A novel approach to address external validity issues in fault prediction using bandit algorithms

Hayakawa, Teruki; Tsunnoda, Masateru; Toda, Koji; Nakasai, Keitaro; Tahir, Amjed; Bennin, Kwabena Ebo; Monden, Akito; Matsumoto, Kenichi


Various software fault prediction models have been proposed in the past twenty years. Many studies have compared and evaluated existing prediction approaches in order to identify the most effective ones. However, in most cases, such models and techniques provide varying results, and their outcomes do not result in best possible performance across different datasets. This is mainly due to the diverse nature of software development projects, and therefore, there is a risk that the selected models lead to inconsistent results across multiple datasets. In this work, we propose the use of bandit algorithms in cases where the accuracy of the models are inconsistent across multiple datasets.
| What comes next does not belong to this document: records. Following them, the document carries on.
def test_read_depots_reprojects():
    sites = read_depots(io.StringIO(DEPOTS_CSV), CRS)
    assert sites.index.name == "site"
    assert sites["existing"].tolist() == [True, False, False]
    assert sites["row"].tolist() == [1, 2, 3]
    # pyproj directly, as the independent transform
    x, y = Transformer.from_crs("EPSG:4326", CRS, always_xy=True).transform(10.5, 52.2)
    assert sites.geometry["D2"].x == pytest.approx(x)
    assert sites.geometry["D2"].y == pytest.approx(y)
    assert sites.crs == CRS


@pytest.mark.parametrize(
    ("row", "column"),
    [
        ("D4,Far,200,52,no", "lon"),
        ("D4,Far,10,lat,no", "lat"),
        ("D4,Far,10,52,maybe", "existing"),
        ("D1,Again,10,52,no", "site"),
    ],
)
def test_bad_depots(tmp_path, row, column):
    path = tmp_path / "depots.csv"
    path.write_text(DEPOTS_CSV + row + "\n")
    with pytest.raises(InputError) as info:
        read_depots(path, CRS)
    assert info.value.file == str(path)
    assert info.value.row == 4
    assert info.value.column == column


# --- depot choice ----------------------------------------------------------------------------
def _line_instance():
    """Five districts 50 km apart on a line; four sites near them."""
    ids = pd.Index([f"U{i}" for i in range(5)], name="unit_id")
    units = gpd.GeoDataFrame(
        {
            "probability": [0.5, 0.2, 0.9, 0.4, 0.1],
            "population": [1000, 4000, 1000, 2000, 3000],
        },
        geometry=[box(x, 0, x + 10_000, 10_000) for x in range(0, 250_000, 50_000)],
        index=ids,
        crs=CRS,
    )
    sites = gpd.GeoDataFrame(
        {"name": list("abcd"), "existing": [True, False, False, False]},
        geometry=gpd.points_from_xy([5_000, 55_000, 155_000, 205_000], [5_000] * 4),
        index=pd.Index(["S0", "S1", "S2", "S3"], name="site"),
        crs=CRS,
    )
    return units, sites


def test_existing_depot_stays_open():
    units, sites = _line_instance()
    out = choose_depots(units, sites, k=1, reach_km=60)
    assert "S0" in out.index and len(out) == 2
    # weights 500, 800, 900, 800, 300; centres at 5, 55, 105, 155, 205 km. S0 (5 km) covers
    # U0, U1 (1300). Best extra site: S2 (155 km) covers U2, U3, U4 (900 + 800 + 300 = 2000);
    # S3 (205 km) covers U3, U4 (1100); S1 (55 km) adds only U2 (900).
    assert set(out.index) == {"S0", "S2"}
    assert out["covered_weight"].sum() == pytest.approx(3300.0)
    assert out.loc["S0", "existing"] and out.loc["S2", "new"]
    # 1000 + 2000 + 3000 people
    assert out.loc["S2", "covered_population"] == pytest.approx(6000.0)
    assert (out["reach_km"] == 60).all()


def test_k_zero_is_assignment_to_existing():
    units, sites = _line_instance()
    out = choose_depots(units, sites, k=0, reach_km=60)
    assert list(out.index) == ["S0"]
    assert out.loc["S0", "covered_units"] == 2
    assign = assign_depots(units, out)
    assert (assign["depot"] == "S0").all()
    assert assign["covered"].tolist() == [True, True, False, False, False]
    assert out.loc["S0", "covered_weight"] == pytest.approx(1300.0)
    # U4's centre is at 205 km, S0 at 5 km
    assert assign.loc["U4", "distance_km"] == pytest.approx(200.0)


def test_k_zero_without_existing_depots():
    units, sites = _line_instance()
    sites = sites.assign(existing=False)
    out = choose_depots(units, sites, k=0, reach_km=60)
    assert len(out) == 0
    assign = assign_depots(units, out, reach_km=60)
    assert assign["depot"].isna().all() and not assign["covered"].any()


def test_uncovered_and_catchment_agree_with_depots():
    units, sites = _line_instance()
    out = choose_depots(units, sites, k=1, reach_km=60)
    assign = assign_depots(units, out)
    covered = assign[assign["covered"]]
    by_depot = covered.groupby("depot")["weight"].sum()
    pd.testing.assert_series_equal(
        by_depot.sort_index(), out["covered_weight"].sort_index(), check_names=False
    )
    uncovered = assign[~assign["covered"]]
    assert uncovered.empty
    out = choose_depots(units, sites.assign(existing=False), k=1, reach_km=60)
    uncovered = assign_depots(units, out).query("~covered")
    # one depot: S1 covers U0-U2 (500 + 800 + 900 = 2200), more than S2 with U2-U4 (2000)
    assert list(out.index) == ["S1"]
    assert list(uncovered.index) == ["U3", "U4"]


def test_candidates_and_units_separately():
    units, sites = _line_instance()
    candidates = pd.DataFrame(units.drop(columns="geometry")).iloc[[1, 2, 3]]
    out = choose_depots(candidates, sites, k=1, reach_km=60, units=units)
    # only U1 (800), U2 (900), U3 (800) count; S0 covers U1, S2 covers U2 and U3
    assert set(out.index) == {"S0", "S2"}
    assert out["covered_weight"].sum() == pytest.approx(2500.0)


def test_plain_site_table_with_lon_lat():
    units, _ = _line_instance()
    wgs = gpd.GeoSeries(gpd.points_from_xy([5_000, 155_000], [5_000, 5_000]), crs=CRS).to_crs(
        "EPSG:4326"
    )
    table = pd.DataFrame(
        {"site": ["A", "B"], "name": ["a", "b"], "lon": wgs.x, "lat": wgs.y, "existing": ["", ""]}
    )
    out = choose_depots(units, table, k=1, reach_km=60)
    assert list(out.index) == ["B"]
    assert out.loc["B", "x"] == pytest.approx(155_000, abs=0.01)


@pytest.mark.parametrize("k", [-1, 4, 1.5, True])
def test_bad_k(k):
    units, sites = _line_instance()
    with pytest.raises(InputError) as info:
        choose_depots(units, sites, k=k, reach_km=60)
    assert info.value.column == "k"


@pytest.mark.parametrize("reach", [0, -5, float("nan"), "far"])
def test_bad_reach(reach):
    units, sites = _line_instance()
    with pytest.raises(InputError) as info:
        choose_depots(units, sites, k=1, reach_km=reach)
    assert info.value.column == "reach_km"


def test_site_outside_region_is_named(tmp_path):
    units, _ = _line_instance()
    inside = gpd.GeoSeries(gpd.points_from_xy([5_000], [5_000]), crs=CRS).to_crs("EPSG:4326")
    far = gpd.GeoSeries(gpd.points_from_xy([5_000], [400_000]), crs=CRS).to_crs("EPSG:4326")
    near = gpd.GeoSeries(gpd.points_from_xy([5_000], [60_000]), crs=CRS).to_crs("EPSG:4326")
    path = tmp_path / "depots.csv"
    path.write_text(
        "site,name,lon,lat\n"
        f"A,in,{inside.x[0]},{inside.y[0]}\n"
        f"B,just outside,{near.x[0]},{near.y[0]}\n"
        f"C,far,{far.x[0]},{far.y[0]}\n"
    )
    sites = read_depots(path, CRS)
    with pytest.raises(InputError, match="outside the region") as info:
        choose_depots(units, sites, k=1, reach_km=60)
    assert info.value.file == str(path)
    assert info.value.row == 3
    # B lies 50 km outside the units, within the 60 km reach: allowed
    out = choose_depots(units, sites.drop(index="C"), k=2, reach_km=60)
    assert set(out.index) == {"A", "B"}


def test_geographic_crs_is_refused():
    units, sites = _line_instance()
    with pytest.raises(InputError, match="projected CRS in metres"):
        choose_depots(units.to_crs("EPSG:4326"), sites, k=1, reach_km=60)


def test_depots_leave_inputs_alone():
    units, sites = _line_instance()
    u, s = units.copy(), sites.copy()
    choose_depots(units, sites, k=2, reach_km=60)
    pd.testing.assert_frame_equal(units, u)
    pd.testing.assert_frame_equal(sites, s)
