import { describe, expect, it } from "vitest";
import fc from "fast-check";
import { coupleLift, spinCentre } from "../../../calc/mass/spin-centre.ts";
import { massBalance, massBalanceInputs, type MassBalanceScalars } from "../../../calc/mass/mass-balance.ts";
import { massProperties } from "../../../calc/mass/properties.ts";
import { trueSensorRadius } from "../../../calc/mass/sensor.ts";
import { CalcInputError } from "../../../calc/core/errors.ts";
import { STANDARD_GRAVITY } from "../../../calc/core/constants.ts";
import { rpmToRadPerSecond } from "../../../calc/core/units.ts";
import type { LayoutPart } from "../../../calc/mass/parts.ts";
import { refusal as thrown } from "../../support/refusal.ts";

const DEFAULTS = Object.fromEntries(Object.entries(massBalanceInputs).map(([k, spec]) => [k, spec.default])) as MassBalanceScalars;
const RPM_2400 = rpmToRadPerSecond(2400);
const point = (mass: number, x: number, y: number, z = 0): LayoutPart => ({ name: "p", shape: { kind: "point" }, mass: { kind: "given", mass }, x, y, z });

function rel(actual: number, expected: number): number {
  return Math.abs(actual - expected) / Math.abs(expected);
}

describe("spinCentre: reference checks", () => {
  const cases = [
    {
      source: "OpenStax College Physics (2012)",
      locator: "Example 6.3, a car on a flat curve: 25.0 m/s on r = 500 m needs μs = 0.13",
      // Same centripetal acceleration v²/r = 1.25 m/s² on a 50 m orbit (positions are limited to 100 m): Ω² = 0.025 s⁻².
      inputs: { centreX: 50, centreY: 0, angularSpeed: Math.sqrt(0.025), sideGrip: 1, gripShare: 1 },
      expected: 0.13,
      rtol: 5e-2,
      note: "the grip the orbit needs, e·Ω²/g, is the friction coefficient the book finds (printed to 2 figures)",
      read: (r: ReturnType<typeof spinCentre>) => r.gripShareNeeded!,
    },
    {
      source: "Serway & Beichner, Physics for Scientists and Engineers, 5th ed.",
      locator: "Table 5.2, rubber on concrete μk = 0.8; with g_n = 9.80665 m/s² (NIST SP 811)",
      inputs: { centreX: 0.002, centreY: 0, angularSpeed: 100, sideGrip: 0.8, gripShare: 1 },
      // d_g = 0.8 × 9.80665 / 100² = 7.845e-4 m, worked by hand from the table's coefficient.
      expected: 7.845e-4,
      rtol: 5e-3,
      note: "grip radius μ g/Ω² at 100 rad/s",
      read: (r: ReturnType<typeof spinCentre>) => r.gripRadius,
    },
  ];
  it.each(cases)("$source, $locator", ({ inputs, expected, rtol, read }) => {
    expect(rel(read(spinCentre(inputs)), expected)).toBeLessThanOrEqual(rtol);
  });
});

describe("spinCentre: behaviour", () => {
  it("keeps the wheels' centre still while the grip holds the centre of mass on its orbit", () => {
    const r = spinCentre({ centreX: 0.0001, centreY: 0, angularSpeed: RPM_2400, sideGrip: 0.8, gripShare: 0.9 });
    expect(r.state).toBe("wheels-hold");
    expect([r.centreX, r.centreY, r.distanceFromWheels]).toEqual([0, 0, 0]);
    expect(r.gripShareNeeded!).toBeLessThan(1);
  });

  it("puts the spin centre the grip radius short of the centre of mass once the wheels slide", () => {
    const r = spinCentre({ centreX: 0.0012, centreY: -0.0016, angularSpeed: RPM_2400, sideGrip: 0.8, gripShare: 0.9 });
    expect(r.state).toBe("wheels-slide");
    // Second method, Newton's second law: the grip force μ s M g keeps the centre of mass on its orbit about the spin centre.
    const orbit = Math.hypot(0.0012 - r.centreX, -0.0016 - r.centreY);
    expect(rel(orbit * RPM_2400 ** 2, 0.8 * 0.9 * STANDARD_GRAVITY)).toBeLessThan(1e-12);
    // On the line to the centre of mass.
    expect(Math.abs(r.centreX * -0.0016 - r.centreY * 0.0012)).toBeLessThan(1e-18);
  });

  it("turns about the centre of mass when the wheels have no grip (the earlier model)", () => {
    const r = spinCentre({ centreX: 0.0017, centreY: 0.0003, angularSpeed: RPM_2400, sideGrip: 0, gripShare: 0.9 });
    expect([r.centreX, r.centreY]).toEqual([0.0017, 0.0003]);
    expect(r.gripShareNeeded).toBeNull();
  });

  it("turns about the wheels' centre at any offset when the speed is low enough", () => {
    const r = spinCentre({ centreX: 0.005, centreY: 0, angularSpeed: 10, sideGrip: 0.8, gripShare: 0.9 });
    expect(r.state).toBe("wheels-hold");
  });

  it("names the input that is out of range", () => {
    const ok = { centreX: 0.001, centreY: 0, angularSpeed: 100, sideGrip: 0.8, gripShare: 0.9 };
    expect(thrown(() => spinCentre({ ...ok, sideGrip: -0.1 })).param).toBe("sideGrip");
    expect(thrown(() => spinCentre({ ...ok, gripShare: 1.5 })).param).toBe("gripShare");
    expect(thrown(() => spinCentre({ ...ok, angularSpeed: 0 })).param).toBe("angularSpeed");
    expect(thrown(() => spinCentre({ ...ok, angularSpeed: 1e-300 })).param).toBe("angularSpeed");
    expect(thrown(() => spinCentre(null as never)).param).toBe("input");
  });

  it("never returns a non-finite number (property)", () => {
    fc.assert(
      fc.property(
        fc.double({ min: -100, max: 100, noNaN: true }),
        fc.double({ min: -100, max: 100, noNaN: true }),
        fc.double({ min: Number.MIN_VALUE, max: Number.MAX_VALUE, noNaN: true }),
        fc.double({ min: 0, max: 3, noNaN: true }),
        fc.double({ min: 0, max: 1, noNaN: true }),
        (centreX, centreY, angularSpeed, sideGrip, gripShare) => {
          try {
            const r = spinCentre({ centreX, centreY, angularSpeed, sideGrip, gripShare });
            for (const v of [r.gripRadius, r.offset, r.centreX, r.centreY, r.distanceFromWheels, r.gripShareNeeded ?? 0]) expect(Number.isFinite(v)).toBe(true);
            expect(r.distanceFromWheels).toBeLessThanOrEqual(r.offset * (1 + 1e-12));
          } catch (error) {
            expect(error).toBeInstanceOf(CalcInputError);
            expect((error as CalcInputError).param).toBe("angularSpeed");
          }
        },
      ),
      { numRuns: 300 },
    );
  });
});

describe("coupleLift: reference checks", () => {
  it("Newton's second law (OpenStax University Physics vol. 1, §6.3), two point masses: the rocking moment is the couple of their centripetal forces", () => {
    // 10 g at (50 mm, 0, +10 mm) and 10 g at (−50 mm, 0, −10 mm): forces m r Ω² at heights ±10 mm, 20 mm apart.
    const parts = [point(0.01, 0.05, 0, 0.01), point(0.01, -0.05, 0, -0.01)];
    const layout = massProperties(parts);
    const byForces = 0.01 * 0.05 * RPM_2400 ** 2 * 0.02;
    const r = coupleLift({ couple: Math.hypot(layout.productXZ, layout.productYZ), totalMass: 1.4, supportRadius: 0.07, angularSpeed: RPM_2400 });
    expect(rel(r.rockingMoment, byForces)).toBeLessThan(1e-12);
  });

  it("lifts exactly at the lift speed (round trip)", () => {
    const r = coupleLift({ couple: 3e-6, totalMass: 2, supportRadius: 0.05, angularSpeed: 100 });
    const atLift = coupleLift({ couple: 3e-6, totalMass: 2, supportRadius: 0.05, angularSpeed: r.liftSpeed! });
    expect(atLift.ratio).toBeCloseTo(1, 12);
    expect(r.restoringMoment).toBeCloseTo(2 * STANDARD_GRAVITY * 0.05, 14);
  });

  it("has no lift speed without a couple", () => {
    expect(coupleLift({ couple: 0, totalMass: 1, supportRadius: 0.05, angularSpeed: 300 })).toMatchObject({ ratio: 0, liftSpeed: null });
  });

  it("stays finite for the smallest couple and refuses a moment beyond the double range", () => {
    expect(Number.isFinite(coupleLift({ couple: Number.MIN_VALUE, totalMass: 1e4, supportRadius: 2, angularSpeed: 1 }).liftSpeed)).toBe(true);
    expect(thrown(() => coupleLift({ couple: 1, totalMass: 1, supportRadius: 0.05, angularSpeed: 1e300 })).param).toBe("angularSpeed");
    expect(thrown(() => coupleLift({ couple: 1, totalMass: 0, supportRadius: 0.05, angularSpeed: 1 })).param).toBe("totalMass");
    expect(thrown(() => coupleLift({ couple: 1, totalMass: 1, supportRadius: -1, angularSpeed: 1 })).param).toBe("supportRadius");
  });

  it("names the couple, the mass or the support radius that takes a moment past the largest double, with its value and unit", () => {
    // Ω²·C = 1000² × 1e305 = 1e311 N·m; M·g·a = 1e308 × 9.80665 × 2 = 2.0e309 N·m and
    // 1.4 × 9.80665 × 1e308 = 1.4e309 N·m: each past the largest double (about 1.8e308).
    const cases = [
      [{ couple: 1e305, totalMass: 1.4, supportRadius: 0.07, angularSpeed: 1000 }, "couple", 1e305, "kg·m²", "1e+305"],
      [{ couple: 1e-5, totalMass: 1e308, supportRadius: 2, angularSpeed: RPM_2400 }, "totalMass", 1e308, "kg", "1e+308"],
      [{ couple: 1e-5, totalMass: 1.4, supportRadius: 1e308, angularSpeed: RPM_2400 }, "supportRadius", 1e308, "m", "1e+308"],
    ] as const;
    for (const [input, param, value, unit, shown] of cases) {
      const e = thrown(() => coupleLift(input));
      expect([e.param, e.value, e.unit]).toEqual([param, value, unit]);
      expect(e.message).toBe(`${param} must be small enough for the couple lift to stay finite (got ${shown} ${unit})`);
    }
  });
});

describe("regression pins from the engineering review (our own digits)", () => {
  it("a 0.1 mm offset with the sensor at 12 mm drifts 0 per revolution at 2400 rpm, not the +1.50° the centre-of-mass model gave", () => {
    const input = { ...DEFAULTS, sensorX: -0.012, sensorY: 0, parts: [point(1, 0.0001, 0)] };
    const r = massBalance(input);
    expect(r.spinCentre.before.state).toBe("wheels-hold");
    expect(r.sensor.before.driftPerRevolution).toBe(0);
    // The earlier figure, about the centre of mass.
    const old = trueSensorRadius({ centreX: 0.0001, centreY: 0, sensorX: -0.012, sensorY: 0 });
    expect((old.driftPerRevolution * 180) / Math.PI).toBeCloseTo(1.497, 3);
    // With no side grip the earlier figure comes back.
    expect(massBalance({ ...input, sideGrip: 0 }).sensor.before.driftPerRevolution).toBe(old.driftPerRevolution);
  });

  it("the documented couple (10 g pairs at ±50 mm, ±10 mm) on a 1.4 kg robot standing on 70 mm is about 66 % of the weight's moment at 2400 rpm and lifts near 3000 rpm", () => {
    const r = coupleLift({ couple: 1e-5, totalMass: 1.4, supportRadius: 0.07, angularSpeed: RPM_2400 });
    expect(r.ratio).toBeCloseTo(0.6573, 4);
    expect((r.liftSpeed! * 60) / (2 * Math.PI)).toBeCloseTo(2960.4, 1);
  });
});

describe("the spin centre at its edges", () => {
  const spin = { angularSpeed: 250, sideGrip: 0.8, gripShare: 0.9 };

  it("lets the wheels hold an orbit exactly as large as the grip allows", () => {
    const { gripRadius } = spinCentre({ ...spin, centreX: 0, centreY: 0 });
    const edge = spinCentre({ ...spin, centreX: gripRadius, centreY: 0 });
    expect([edge.state, edge.gripShareNeeded]).toEqual(["wheels-hold", 1]);
    expect(spinCentre({ ...spin, centreX: gripRadius * (1 + 1e-12), centreY: 0 }).state).toBe("wheels-slide");
  });

  it("puts a holding spin centre at +0, never −0 (a link or a label would show “−0 mm”)", () => {
    const held = spinCentre({ ...spin, centreX: -1e-5, centreY: -1e-5 });
    expect(held.state).toBe("wheels-hold");
    expect(Object.is(held.centreX, 0) && Object.is(held.centreY, 0)).toBe(true);
  });

  it("needs no share of the grip for a centred robot, even with no grip at all", () => {
    expect(spinCentre({ ...spin, sideGrip: 0, centreX: 0, centreY: 0 })).toMatchObject({ state: "wheels-hold", gripRadius: 0, gripShareNeeded: 0 });
    expect(spinCentre({ ...spin, sideGrip: 0, centreX: 1e-4, centreY: 0 }).gripShareNeeded).toBeNull();
  });
});
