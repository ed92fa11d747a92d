/**
 * Edges of the integrator's events, time events, restarts, step budget and refusals
 * (calc/numerics/ode.ts, ode-types.ts): problems whose answers are known in closed form, so that
 * each case says where an event lands, in which order callbacks run and what a result reports.
 */
import { describe, expect, it } from "vitest";
import { type OdeRhs, OdeNonFiniteError, solveOde } from "../../../calc/numerics/ode.ts";
import { oscillator, sineCrossings } from "../../support/ode-problems.ts";
import { refusal } from "../../support/refusal.ts";

/** y' = 1 from y(t0) = y0: y = y0 + (t − t0) exactly, so one step can cover the whole span. */
const ramp: OdeRhs = (_t, _y, f) => {
  f[0] = 1;
};

/** The OdeNonFiniteError a call throws (fails the test otherwise). */
const nonFinite = (run: () => unknown): OdeNonFiniteError => {
  const error = refusal(run);
  expect(error).toBeInstanceOf(OdeNonFiniteError);
  return error as OdeNonFiniteError;
};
In the experiment discussed in this work, we used four conventional prediction models, tested on three different dataset, and then selected the best possible model dynamically by applying bandit algorithms. We then compared our results with those obtained using majority voting. As a result, Epsilon-greedy with ϵ = 0.3 showed the best or second-best prediction performance compared with using only one prediction model and majority voting. Our results showed that bandit algorithms can provide promising outcomes when used in fault prediction.